For Distributed Systems gaps: Re-read Days 12-14. Practice the CAP decision for each database in the comparison table. Draw the quorum formula (W + R > N) and work through three configurations for N=5.
For the full system designs: Re-read Days 24-26. Attempt to redraw each architecture from scratch on paper without looking. If you can’t fill in the boxes without the notes, the design isn’t yours yet.
Phase 1 → Phase 2 Transition
You’ve covered the fundamentals that every senior DE must know regardless of company. Starting Day 31, Phase 2 shifts to company-specific patterns:
-
Day 31: Meta — scale thinking, petabyte data infrastructure, social graph
-
Day 32: Meta system design practice — News Feed data pipeline
-
Day 33: Netflix — Iceberg-first architecture, ownership culture, fault tolerance
-
Day 34: Netflix system design practice — Recommendation pipeline
-
Day 35: Google — GCP-native design (BigQuery + Dataflow + Pub/Sub)
-
Day 36: Google system design practice — Large-scale search analytics
-
Day 37: OpenAI — LLM training data pipelines, AI-native infrastructure
-
Day 38: OpenAI design practice — Training data pipeline for LLMs
-
Day 39: Anthropic — progressive complexity, safety-first, distributed search
-
Day 40: Anthropic design practice — Distributed search at billion-document scale
The Phase 1 foundations are what Phase 2 builds on. Every company-specific design will require you to apply data modeling, streaming, storage selection, quality frameworks, and observability — just in the context of their specific scale and architecture philosophy.
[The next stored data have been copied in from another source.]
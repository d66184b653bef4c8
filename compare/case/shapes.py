"""Case-file sections beyond round and custom: keyways (given or from the key standards), flats,
square and hexagon drives, the cross-slot; and the record of every resolved dimension.

Each parser returns ``(Section, geometry)``: ``geometry`` is what ``results.json`` echoes under
``section.geometry`` — every dimension in SI with where it came from ("given", or the standard's
table row, or a default and its reason). Errors are :class:`~fem.errors.InputError` naming the
case-file field; :func:`compare.case.case.parse_section` echoes the value as the user wrote it.
"""
from __future__ import annotations

import math

from classic._validity import OutOfRangeError
from classic.keys import inch_square_key, metric_parallel_key
from fem.errors import InputError
from fem.geometry import Keyway, keyed_section
from fem.shapes import Flat, cross_slot_section, flatted_section, hexagon_drive, square_drive

from .units import to_si
from .fields import known as _known, angle as _angle

GIVEN = "given"
#: The shapes parsed here besides "keyed", with the keys each accepts.
SHAPE_KEYS = {
    "flatted": {"shape", "diameter", "bore", "flats"},
    "square": {"shape", "size", "corner_radius", "bore"},
    "hexagon": {"shape", "across_flats", "corner_radius", "bore"},
    "cross_slot": {"shape", "diameter", "slot_width", "slot_length", "slot_fillet", "slot_angle"},
}
KEYWAY_KEYS = {"width", "depth", "fillet", "angle", "length", "standard"}
STANDARDS = ("metric", "inch")


def _length(d: dict, key: str, where: str, units, required=True, default=None):
    if key not in d:
        if required:
            raise InputError(f"{where}.{key}", None, "is required")
        return default
    return to_si(d[key], "length", f"{where}.{key}", units)


def _entry(value, source: str) -> dict:
    return {"value": value, "from": source}


def _bore(s, units):
    if "bore" not in s or s["bore"] in (0, None):
        return None
    return to_si(s["bore"], "length", "section.bore", units)


# ----------------------------------------------------------------------------- keyways


def resolve_keyway(k: dict, d: float, where: str, units) -> tuple[Keyway, dict]:
    """One ``[[section.keyways]]`` table as a :class:`Keyway`: with ``standard`` the width, depth and
    bottom radius come from the key table for the shaft diameter ``d`` [m]; any of them given
    explicitly overrides the table."""
    if not isinstance(k, dict):
        raise InputError(where, k, "must be a table with width, depth, fillet, angle (or standard)")
    _known(k, KEYWAY_KEYS, where)
    std = k.get("standard")
    rec: dict = {}
    table = None
    if std is not None:
        if std not in STANDARDS:
            raise InputError(f"{where}.standard", std, "must be \"metric\" (ISO/R773, DIN 6885-1) or \"inch\" (ASME B17.1)")
        try:
            table = metric_parallel_key(d) if std == "metric" else inch_square_key(d)
        except OutOfRangeError as exc:
            raise InputError("section.diameter", d, f"{exc.reason} ({where}.standard = \"{std}\")") from None
        rec["standard"] = table["source"]
        rec["table_row"] = {"over": table["over"], "up_to": table["up_to"], "from_memory": table["from_memory"]}
        if table["from_memory"]:
            rec["table_row"]["caution"] = "this row of the key table is from memory of the standard, not re-read: check it"
        if std == "metric":
            span = f"shafts over {table['over'] * 1e3:g} up to {table['up_to'] * 1e3:g} mm"
        else:
            span = f"shafts over {table['over'] / 0.0254:.4g} up to {table['up_to'] / 0.0254:.4g} in"
        row = f"{table['source']}, {span}"
    else:
        for key in ("width", "depth"):
            if key not in k:
                raise InputError(f"{where}.{key}", None, "is required (or give standard = \"metric\" or \"inch\")")
    out = {}
    for key in ("width", "depth"):
        if key in k:
            out[key] = (_length(k, key, where, units), GIVEN)
        elif std == "inch" and key == "depth":
            out[key] = (table["depth"], f"{row}: key/2 at the keyseat side plus the chordal height "
                                        f"{table['chordal_height']:.6g} m (depth on the centre line)")
        else:
            out[key] = (table[key], row)
    # a given width changes the inch depth's chordal height: recompute from the width used
    if std == "inch" and "depth" not in k and "width" in k:
        w = out["width"][0]
        y = (d - math.sqrt(max(d * d - w * w, 0.0))) / 2
        out["depth"] = (table["depth_at_side"] + y, f"{row}: key/2 at the keyseat side plus the chordal height "
                                                      f"{y:.6g} m of the given width (depth on the centre line)")
    if "fillet" in k:
        out["fillet"] = (_length(k, "fillet", where, units), GIVEN)
    elif std == "metric":
        out["fillet"] = ((table["r_min"] + table["r_max"]) / 2,
                         f"{row}: middle of the standard's bottom radius range {table['r_min'] * 1e3:g}–"
                         f"{table['r_max'] * 1e3:g} mm")
    elif std == "inch":
        raise InputError(f"{where}.fillet", None, "is required with standard = \"inch\": ASME B17.1's key table "
                         "gives no keyseat bottom radius (give the radius of your cutter or drawing)")
    else:
        out["fillet"] = (0.0, "not given: a sharp corner (the peak there is unbounded; give the real radius)")
    angle = _angle(k.get("angle", 90.0), f"{where}.angle")
    kw = Keyway(width=out["width"][0], depth=out["depth"][0], fillet=out["fillet"][0], angle=angle)
    for key, (v, src) in out.items():
        rec[key] = _entry(v, src)
    rec["angle_deg"] = _entry(angle, GIVEN if "angle" in k else "default: 90° (top)")
    if std is not None:
        rec["key_height"] = _entry(table["height"], row)
    return kw, rec


def parse_keyed(s: dict, units) -> tuple:
    _known(s, {"shape", "diameter", "bore", "keyways"}, "section")
    d = _length(s, "diameter", "section", units)
    kws = s.get("keyways")
    if not isinstance(kws, list) or not kws:
        raise InputError("section.keyways", kws, "a keyed section needs at least one [[section.keyways]] table")
    keyways, recs = [], []
    for i, k in enumerate(kws):
        kw, rec = resolve_keyway(k, d, f"section.keyways[{i}]", units)
        keyways.append(kw)
        recs.append(rec)
    bore = _bore(s, units)
    sec = keyed_section(d, keyways, bore)
    geo = {"diameter": _entry(d, GIVEN), "keyways": recs}
    if bore:
        geo["bore"] = _entry(bore, GIVEN)
    return sec, geo


# ----------------------------------------------------------------------------- flats, drives, cross-slot


def parse_shape(s: dict, units) -> tuple:
    """A flatted, square, hexagon or cross-slot section and its geometry record."""
    shape = s["shape"]
    _known(s, SHAPE_KEYS[shape], "section")
    geo: dict = {}
    bore = _bore(s, units) if "bore" in SHAPE_KEYS[shape] else None
    if shape == "flatted":
        d = _length(s, "diameter", "section", units)
        fl = s.get("flats")
        if not isinstance(fl, list) or not fl:
            raise InputError("section.flats", fl, "a flatted section needs at least one flat: flats = [{ depth = ..., angle = ... }]")
        flats, recs = [], []
        for i, f in enumerate(fl):
            where = f"section.flats[{i}]"
            _known(f, {"depth", "angle", "length"}, where)  # length: case.parse_feature_lengths
            flats.append(Flat(_length(f, "depth", where, units), _angle(f.get("angle", 90.0), f"{where}.angle")))
            recs.append({"depth": _entry(flats[-1].depth, GIVEN),
                         "angle_deg": _entry(flats[-1].angle, GIVEN if "angle" in f else "default: 90° (top)"),
                         "across_to_opposite_side": None})
        sec = flatted_section(d, flats, bore)
        for rec, f in zip(recs, flats):  # distance from the flat to the far side of the section
            rec["across_to_opposite_side"] = _entry(_across(d, flats, f), "computed from the diameter and the flats")
        geo = {"diameter": _entry(d, GIVEN), "flats": recs}
    elif shape in ("square", "hexagon"):
        key = "size" if shape == "square" else "across_flats"
        a = _length(s, key, "section", units)
        r = _length(s, "corner_radius", "section", units, required=False, default=0.0)
        sec = (square_drive if shape == "square" else hexagon_drive)(a, r, bore)
        n = 4 if shape == "square" else 6
        geo = {key: _entry(a, GIVEN),
               "corner_radius": _entry(r, GIVEN if "corner_radius" in s else "default: 0 (sharp, convex corners carry no stress)"),
               "across_corners": _entry(a / math.cos(math.pi / n) - 2 * r * (1 / math.cos(math.pi / n) - 1),
                                        "computed: across the rounded corners")}
    else:
        d = _length(s, "diameter", "section", units)
        w = _length(s, "slot_width", "section", units)
        L = _length(s, "slot_length", "section", units)
        r = _length(s, "slot_fillet", "section", units, required=False, default=0.0)
        ang = _angle(s.get("slot_angle", 0.0), "section.slot_angle")
        sec = cross_slot_section(d, w, L, r, ang)
        geo = {"diameter": _entry(d, GIVEN), "slot_width": _entry(w, GIVEN), "slot_length": _entry(L, GIVEN),
               "slot_fillet": _entry(r, GIVEN if "slot_fillet" in s else "default: 0 (sharp: the peak there is unbounded)"),
               "slot_angle_deg": _entry(ang, GIVEN if "slot_angle" in s else "default: 0")}
    if bore:
        geo["bore"] = _entry(bore, GIVEN)
    return sec, geo


def _across(d: float, flats, f) -> float:
    """From the flat ``f`` straight across to the far boundary of the flatted section: the flat
    opposite (within 1°) if there is one, else the round surface."""
    far = d / 2
    for g in flats:
        if g is not f and abs((g.angle - f.angle) % 360.0 - 180.0) < 1.0:
            far = min(far, d / 2 - g.depth)
    return d / 2 - f.depth + far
Quick Reference: Phase 1 in One Page
PHASE 1 — QUICK REFERENCE (ONE PAGE)
METHODOLOGY
Requirements → Estimation → Data Model → Architecture → Trade-offs
ESTIMATION
1 KB × 1 B events ≈ 1 TB/day. 1 M req/day ≈ 12 req/s average.
Size partitions (target ~128–512 MB per file).
DATA MODEL
Grain first. Three fact types (transaction / periodic snapshot / accumulating).
SCD2 for historical attributes. Star schema in gold.
PROCESSING
Batch (Spark, idempotent) + stream (Flink, watermarks). Hybrid is normal.
DISTRIBUTION
CAP → CP or AP under partition. PACELC for latency vs consistency day-to-day.
STORAGE
PostgreSQL default. DynamoDB for KV. Cassandra for write-heavy. Warehouse for analytics.
FORMATS
Parquet + Zstd for analytics storage. Avro for Kafka.
Delta / Iceberg / Hudi for ACID lakehouse tables.
QUALITY
Six dimensions. Defense-in-depth. Circuit breakers stop cascade failures.
GOVERNANCE
Lineage = debuggability. Contracts = schema drift prevention.
CACHING
Redis (<100 ms) → materialized views (<5 s) → partitioned table (<30 s).
APIS
REST (external). gRPC (internal, high-perf). GraphQL (flexible clients).
OBSERVABILITY
Five layers. Volume anomaly detection catches silent failures. SLOs, not only alerts.
TRADE-OFFS
"I chose X over Y because [requirement]. Trade-off is [cost]. Acceptable because [justification]."
See You at Day 31
Phase 1 is done. You’ve covered 30 days of deep, senior-level data engineering foundations. Phase 2 starts with Meta — where your challenge is thinking at the scale of 3 billion users, petabytes of daily data, and an engineering culture that expects every design decision to be defensible at 10x scale.